NVIDIA Technical Blog

NVIDIA Speech and Translation AI Models Set Records for Speed and Accuracy

thumbnail

Table of Contents

  1. NVIDIA Parakeet Speech Recognition Models
  2. Parakeet-TDT Model for Turbocharging Speech Recognition
  3. Canary Multilingual Model for Speech Recognition and Translation
  4. P-Flow for Custom Voice Creation

NVIDIA Parakeet Speech Recognition Models

The NVIDIA Parakeet family of models, including Parakeet CTC 1.1B, Parakeet RNNT 1.1B, and others, set records for both speed and accuracy in automatic speech recognition. These models offer fast inference speeds and high transcription accuracy rates, making them top performers on the Hugging Face Open ASR Leaderboard.

Parakeet-TDT Model for Turbocharging Speech Recognition

The Parakeet-TDT 1.1B model stands out for achieving exceptional accuracy in transcribing spoken English while also being 64% faster than other Parakeet models in the evaluations on the Hugging Face leaderboard. This model showcases advancements in speech recognition technology that improve efficiency and accuracy simultaneously.

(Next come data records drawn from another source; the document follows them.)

// Seeded standard normal draws, the same stream as @stdlib/random-base-normal with the same seed (the
// engine's generator before decision 0049; tests/unit/core/nma/kernels.test.ts compares them):
// - uniform integers from the Mersenne Twister MT19937 (Matsumoto & Nishimura, ACM Trans Model Comput
//   Simul 1998;8:3–30), seeded by init_genrand;
// - uniform doubles in [0, 1) from two of them (27 and 26 bits: 53 bits);
// - normals by the improved ziggurat method (Doornik, "An improved ziggurat method to generate normal
//   random samples", 2005), 128 blocks, as @stdlib/random-base-improved-ziggurat lays them out.
// exp and ln are fdlibm's, as stdlib computes them (./fdlibm.ts), so that the tables and the rare
// wedge and tail draws round exactly as before.
import { exp, ln } from "./fdlibm";

const N: i32 = 624;
const M: i32 = 397;
const state = memory.data(N * 4, 4);
let position: i32 = N;

@inline function word(i: i32): u32 {
  return load<u32>(state + (<usize>i << 2));
}
@inline function setWord(i: i32, value: u32): void {
  store<u32>(state + (<usize>i << 2), value);
}
@inline function mix(upper: u32, lower: u32, other: u32): u32 {
  const y = (upper & 0x80000000) | (lower & 0x7fffffff);
  return other ^ (y >>> 1) ^ ((0 - (y & 1)) & 0x9908b0df);
}

/** The next N words of the generator's state. */
function twist(): void {
  let i = 0;
  for (; i < N - M; i++) setWord(i, mix(word(i), word(i + 1), word(i + M)));
  for (; i < N - 1; i++) setWord(i, mix(word(i), word(i + 1), word(i + M - N)));
  setWord(N - 1, mix(word(N - 1), word(0), word(M - 1)));
  position = 0;
}

/** The next tempered 32-bit output. */
@inline function next(): u32 {
  if (position >= N) twist();
  let y = word(position++);
  y ^= y >>> 11;
  y ^= (y << 7) & 0x9d2c5680;
  y ^= (y << 15) & 0xefc60000;
  return y ^ (y >>> 18);
}

/** A uniform double in [0, 1) with 53 random bits. */
@inline function uniform(): f64 {
  const high = next() >>> 5;
  const low = next() >>> 6;
  return (<f64>high * 67108864.0 + <f64>low) / 9007199254740992.0;
}

const BLOCKS: i32 = 128;
/** Where the right tail starts (R), and the common area of the blocks (V). */
const TAIL: f64 = 3.442619855899;
const AREA: f64 = 9.91256303526217e-3;
/** X[i]: the blocks' right edges, X[0] = V / f(R) for the base block; RATIO[i] = X[i + 1] / X[i]. */
const X = memory.data((BLOCKS + 1) * 8, 8);
const RATIO = memory.data(BLOCKS * 8, 8);

@inline function edge(i: i32): f64 {
  return load<f64>(X + (<usize>i << 3));
}
@inline function ratio(i: i32): f64 {
  return load<f64>(RATIO + (<usize>i << 3));
}

/** Restarts the stream at `seed` (1 to 2³² − 1). */
export function seedNormals(seed: u32): void {
  setWord(0, seed);
  for (let i = 1; i < N; i++) {
    const previous = word(i - 1);
    setWord(i, (previous ^ (previous >>> 30)) * 1812433253 + <u32>i);
  }
  position = N;
  let f = exp(-0.5 * TAIL * TAIL);
  store<f64>(X, AREA / f);
  store<f64>(X + 8, TAIL);
  for (let i = 2; i < BLOCKS; i++) {
    const x = Math.sqrt(-2.0 * ln(AREA / edge(i - 1) + f));
    store<f64>(X + (<usize>i << 3), x);
    f = exp(-0.5 * x * x);
  }
  store<f64>(X + (<usize>BLOCKS << 3), 0.0);
  for (let i = 0; i < BLOCKS; i++) store<f64>(RATIO + (<usize>i << 3), edge(i + 1) / edge(i));
}

/** One standard normal draw. */
export function normal(): f64 {
  while (true) {
    const u = 2.0 * uniform() - 1.0;
    const i = <i32>(next() & 127);
    // Inside a block: by far the most common case.
    if (Math.abs(u) < ratio(i)) return u * edge(i);
    if (i == 0) {
      // The base block: a draw from the tail beyond R (Marsaglia's method).
      let x: f64, y: f64;
      do {
        x = ln(uniform()) / TAIL;
        y = ln(uniform());
      } while (-2.0 * y < x * x);
      return u < 0.0 ? x - TAIL : TAIL - x;
    }
    // In a wedge: accept under the density, otherwise draw again.
    const x = u * edge(i);
    const x2 = x * x;
    const f0 = exp(-0.5 * (edge(i) * edge(i) - x2));
    const f1 = exp(-0.5 * (edge(i + 1) * edge(i + 1) - x2));
    if (f1 + uniform() * (f0 - f1) < 1.0) return x;
  }
}

/** Fills count doubles at z with the next normals of the stream. */
export function fillNormals(z: usize, count: i32): void {
  for (let k = 0; k < count; k++) store<f64>(z + (<usize>k << 3), normal());
}
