// Small dense linear algebra on row-major n × n matrices of doubles, in the same order of operations
// as ml-matrix (which the engine used before decision 0049), so that results agree to the bit.

@inline export function at(base: usize, i: i32): f64 {
  return load<f64>(base + (<usize>i << 3));
}
@inline export function put(base: usize, i: i32, value: f64): void {
  store<f64>(base + (<usize>i << 3), value);
}
@inline export function index(base: usize, i: i32): i32 {
  return load<i32>(base + (<usize>i << 2));
}

/** l = the lower Cholesky factor of a (ml-matrix's CholeskyDecomposition); whether a is positive definite. */
export function cholesky(a: usize, l: usize, n: i32): bool {
  let positiveDefinite = true;
  for (let j = 0; j < n; j++) {
    let d = 0.0;
    for (let k = 0; k < j; k++) {
      let s = 0.0;
      for (let i = 0; i < k; i++) s += at(l, k * n + i) * at(l, j * n + i);
      s = (at(a, j * n + k) - s) / at(l, k * n + k);
      put(l, j * n + k, s);
      d = d + s * s;
    }
    d = at(a, j * n + j) - d;
    positiveDefinite = positiveDefinite && d > 0;
    put(l, j * n + j, Math.sqrt(Math.max(d, 0)));
    for (let k = j + 1; k < n; k++) put(l, j * n + k, 0);
  }
  return positiveDefinite;
}

/** out = (L Lᵀ)⁻¹, solving for the identity column by column (ml-matrix's solve). */
export function inverseFromCholesky(l: usize, out: usize, n: i32): void {
  for (let i = 0; i < n * n; i++) put(out, i, 0);
  for (let i = 0; i < n; i++) put(out, i * n + i, 1);
  for (let k = 0; k < n; k++) {
    for (let j = 0; j < n; j++) {
      for (let i = 0; i < k; i++) put(out, k * n + j, at(out, k * n + j) - at(out, i * n + j) * at(l, k * n + i));
      put(out, k * n + j, at(out, k * n + j) / at(l, k * n + k));
    }
  }
  for (let k = n - 1; k >= 0; k--) {
    for (let j = 0; j < n; j++) {
      for (let i = k + 1; i < n; i++) put(out, k * n + j, at(out, k * n + j) - at(out, i * n + j) * at(l, i * n + k));
      put(out, k * n + j, at(out, k * n + j) / at(l, k * n + k));
    }
  }
}

/** out = (s + sᵀ) / 2 off the diagonal (model.ts's symmetrise); out may be s. */
export function symmetrise(s: usize, out: usize, n: i32): void {
  for (let i = 0; i < n; i++) {
    for (let j = 0; j < i; j++) {
      // IEEE addition commutes exactly: both halves get the same value.
      const value = (at(s, i * n + j) + at(s, j * n + i)) / 2;
      put(out, i * n + j, value);
      put(out, j * n + i, value);
    }
    put(out, i * n + i, at(s, i * n + i));
  }
}

/** out = a b (model.ts's product of a study's small matrices); out is neither a nor b. */
export function product(a: usize, b: usize, out: usize, n: i32): void {
  for (let i = 0; i < n; i++) {
    for (let j = 0; j < n; j++) put(out, i * n + j, 0);
    for (let k = 0; k < n; k++) {
      const aik = at(a, i * n + k);
      for (let j = 0; j < n; j++) put(out, i * n + j, at(out, i * n + j) + aik * at(b, k * n + j));
    }
  }
}

/** out = a b (ml-matrix's mmul: each entry summed over k from 0); out is neither a nor b. */
export function multiply(a: usize, b: usize, out: usize, n: i32): void {
  for (let j = 0; j < n; j++) {
    for (let i = 0; i < n; i++) {
      let s = 0.0;
      for (let k = 0; k < n; k++) s += at(a, i * n + k) * at(b, k * n + j);
      put(out, i * n + j, s);
    }
  }
}

export function trace(a: usize, n: i32): f64 {
  let sum = 0.0;
  for (let i = 0; i < n; i++) sum += at(a, i * n + i);
  return sum;
}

Canary Multilingual Model for Speech Recognition and Translation

The Canary 1B model by NVIDIA is a multilingual multitasking model that excels in accuracy across various benchmarks. Offering bidirectional translation between English and German, French, and Spanish, Canary leads the pack on the Hugging Face Open ASR Leaderboard with an average Word Error Rate of 6.67%. Its unique architecture and features make it a versatile and high-performing model for speech recognition and translation tasks.

P-Flow for Custom Voice Creation

NVIDIA's P-Flow model won the LIMMITS '24 challenge by demonstrating its capability to create personalized high-quality voices for speakers. With a short speech prompt, P-Flow can synthesize voices in multiple languages, replicating vocal qualities accurately. This model leverages advanced techniques for speaker voice adaptation and generative speech synthesis, setting new standards in customized voice creation.